Example 1 \[ yy^{\prime \prime }-\left ( y^{\prime }\right ) ^{2}=1 \] Let \(p=y^{\prime }\) then \(y^{\prime \prime }=p\frac {dp}{dy}\). Hence the ode becomes\begin {align*} yp\frac {dp}{dy}-p^{2} & =1\\ \frac {dp}{dy} & =\frac {1+p^{2}}{p}\frac {1}{y} \end {align*}

This is separable. \begin {align*} \frac {dp}{dy}\frac {p}{1+p^{2}} & =\frac {1}{y}\\ \frac {p}{1+p^{2}}dp & =\frac {1}{y}dy\\ \int \frac {p}{1+p^{2}}dp & =\int \frac {1}{y}dy\\ \frac {1}{2}\ln \left ( p-1\right ) +\frac {1}{2}\ln \left ( p+1\right ) & =\ln y+c \end {align*}

Or, assuming \(p-1>0,p+1>0\)\begin {align*} \ln \left ( p-1\right ) +\ln \left ( p+1\right ) & =2\ln y+2c\\ \ln \left ( \left ( p-1\right ) \left ( p+1\right ) \right ) & =\ln y^{2}+c_{1}\\ \left ( p-1\right ) \left ( p+1\right ) & =c_{2}y^{2}\\ p^{2}-1 & =c_{2}y^{2}\\ p^{2} & =c_{2}y^{2}+1 \end {align*}

Hence\[ p=\pm \sqrt {1+c_{2}y^{2}}\] But \(p=y^{\prime }\left ( x\right ) \). The above becomes\[ y^{\prime }\left ( x\right ) =\pm \sqrt {1+c_{2}y^{2}}\] This is first order ode which is separable.

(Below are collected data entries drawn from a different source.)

def test_default_duration_is_one_and_a_half_crossings_of_the_grid_diagonal():
    """On constant depth: 1.5 x grid diagonal / sqrt(g h)."""
    dx = 1000.0
    depth = make_grid(np.full((60, 80), 2500.0), dx * np.arange(80), dx * np.arange(60), "EPSG:32633")
    t = default_check_duration_s(depth)
    diag = math.hypot(79 * dx, 59 * dx)
    expected = 1.5 * diag / math.sqrt(GRAVITY * 2500.0)
    assert t == pytest.approx(expected, rel=0.03)  # the grid extent may count whole cells


def test_rank_agreement_matches_scipy_and_top_k_sets():
    """The agreement figures equal scipy's spearmanr / kendalltau; top-k overlap counts shared members."""
    rng = np.random.default_rng(5)
    ray = pd.Series(rng.lognormal(0, 0.6, 30), index=[f"S{i:04d}" for i in range(30)])
    wave = ray * rng.lognormal(0, 0.3, 30)
    wave.iloc[3] = np.nan
    ag = compare_rankings(ray, wave, k=5)
    ok = np.isfinite(wave.to_numpy())
    assert ag["n"] == 29
    assert ag["spearman"] == pytest.approx(stats.spearmanr(ray[ok], wave[ok]).statistic)
    assert ag["kendall"] == pytest.approx(stats.kendalltau(ray[ok], wave[ok]).statistic)
    a, b = ray[ok].to_numpy(), wave[ok].to_numpy()
    top_a = set(np.argsort(-a)[:5].tolist())
    top_b = set(np.argsort(-b)[:5].tolist())
    assert ag["topk_common"] == len(top_a & top_b)


def test_topk_mask_ties_and_nan():
    """Ties go to the earlier item, NaN never enters the top set (same rule as pandas rank(method='first'))."""
    v = np.array([3.0, np.nan, 5.0, 3.0, 1.0])
    np.testing.assert_array_equal(topk_mask(v, 2), [True, False, True, False, False])
    r = pd.Series(v).rank(ascending=False, method="first", na_option="bottom").to_numpy()
    for k in range(1, 6):
        np.testing.assert_array_equal(topk_mask(v, k), (r <= k) & np.isfinite(v))


def test_lensing_check_compares_energy_ratios_of_the_two_wave_runs():
    """The wave lensing factor is the ratio of the wave energies (sum eta^2 dt) over the two oceans:
    identical oceans give exactly 1 (identity), a shoal in front of part of a straight coast raises it
    there and only there (a long-wave lens focuses behind it; Lamb 1932, section 170: c = sqrt(g h) is
    slower over the shoal), and the lens moves energy along the coast without making any (energy
    conservation of the linear long-wave equations, Lamb 1932, the article on the energy of long
    waves; article from memory): the coast's total stays that of the flat ocean."""
    from shapely.geometry import LineString

    from tsunamifocus.coast.segments import segment_coastline
    from tsunamifocus.coast.waves import segment_max_amplitude
    from tsunamifocus.studies.check import compare_with_waves

    dx = 2000.0
    x = np.arange(0.0, 300e3 + 1, dx)
    y = np.arange(0.0, 400e3 + 1, dx)
    X, Y = np.meshgrid(x, y)
    flat = np.where(X < 280e3, 3000.0, -5.0)
    shoal = flat - np.where(X < 280e3, 2000.0 * np.exp(-((X - 150e3) ** 2 + (Y - 200e3) ** 2) / (2 * 25e3**2)), 0.0)
    ref = make_grid(flat, x, y, "EPSG:32633")
    real = make_grid(shoal, x, y, "EPSG:32633")
    # a plane wave launched as a 20 km wide ridge of water along the western edge
    eta = make_grid(np.exp(-((X - 30e3) ** 2) / (2 * 10e3**2)), x, y, "EPSG:32633")
    seg = segment_coastline([LineString([(279e3, 40e3), (279e3, 360e3)])], 20e3, real)
    seg["amp_stop_m"] = 1.0 + np.arange(len(seg))  # arbitrary ray values: only the wave side is checked
    seg["lensing_factor"] = 1.0 + np.arange(len(seg))
    same = compare_with_waves(ref, eta, seg, reference_depth=ref, duration_s=1800.0, k=3, threads=1)
    np.testing.assert_allclose(same.table["wave_lensing"], 1.0, rtol=1e-12)
    chk = compare_with_waves(real, eta, seg, reference_depth=ref, duration_s=1800.0, k=3, threads=1)
    wl = chk.table["wave_lensing"].to_numpy()
    middle = np.abs(seg["y_mid"].to_numpy() - 200e3) < 30e3
    far = np.abs(seg["y_mid"].to_numpy() - 200e3) > 120e3
    assert wl[middle].min() > 1.3 and np.all(np.abs(wl[far] - 1.0) < 0.15)
    # the energy ratio of the two runs' time integrals of eta^2, the squared ratio of the maxima beside it
    sq = segment_max_amplitude(chk.wave, seg, real, field="eta_sq_integral")
    sq_ref = segment_max_amplitude(chk.wave_reference, seg, ref, field="eta_sq_integral")
    np.testing.assert_allclose(wl, sq.to_numpy() / sq_ref.to_numpy(), rtol=1e-12)
    np.testing.assert_allclose(chk.table["wave_peak_lensing"],
                               (chk.table["wave_amp_stop_m"] / chk.table["wave_amp_reference_m"]) ** 2, rtol=1e-12)
    assert chk.agreement["lensing"]["wave_measure"] == "energy"
    assert chk.agreement["lensing_peak"]["wave_measure"] == "peak"
    # energy conservation: summed along the coast (equal segments), the lens's gain and loss cancel to
    # within what the shoal reflects back to sea
    assert float(np.sum(sq)) / float(np.sum(sq_ref)) == pytest.approx(1.0, abs=0.05)
    assert set(chk.agreement["lensing"]) >= {"spearman", "kendall", "topk_common", "k", "n"}
    assert chk.agreement["lensing"]["n"] == len(seg)
    # an open coast under a plane wave: no segment the wave barely reaches
    assert chk.agreement["n_faint_wave"] == 0
    # the same factor over the whole ocean (WaveCheck.lensing_map): exactly 1 for identical oceans;
    # behind the shoal the lens's focus (> 1), beside it the water it drew energy from (< 1), and
    # undisturbed water on the far sides of the basin (Lamb 1932, section 170, as above)
    one = same.lensing_map()
    assert np.isfinite(one.values).sum() > 0.9 * (flat > 20).sum()
    np.testing.assert_allclose(one.values[np.isfinite(one.values)], 1.0, rtol=1e-12)
    lm = chk.lensing_map()
    assert lm.name == "wave_lensing" and lm.shape == real.shape
    at = lambda xk, yk: float(lm.sel(x=xk * 1e3, y=yk * 1e3, method="nearest"))
    assert at(260, 200) > 1.5 and at(260, 110) < 0.9 and abs(at(260, 20) - 1.0) < 0.15
    # the segment values are this map's ratio taken over each segment's cells (maxima first)
    assert lm.values[np.isfinite(lm.values)].max() >= wl.max() * 0.999
    assert np.isnan(lm.values[flat <= 20]).all()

The first one gives\begin {align*} y^{\prime }\left ( x\right ) & =\sqrt {1+c_{2}y^{2}}\\ \frac {dy}{\sqrt {1+c_{2}y^{2}}} & =dx\\ \int \frac {dy}{\sqrt {1+c_{2}y^{2}}} & =\int dx\\ \frac {1}{\sqrt {c_{2}}}\ln \left ( \sqrt {c_{2}}y+\sqrt {1+c_{2}y^{2}}\right ) & =x+c_{3}\\ \ln \left ( \sqrt {c_{2}}y+\sqrt {1+c_{2}y^{2}}\right ) & =\sqrt {c_{2}}x+\sqrt {c_{2}}c_{3} \end {align*}

Where \(c_{2},c_{3}\) are constants. Similar solution result for the negative ode.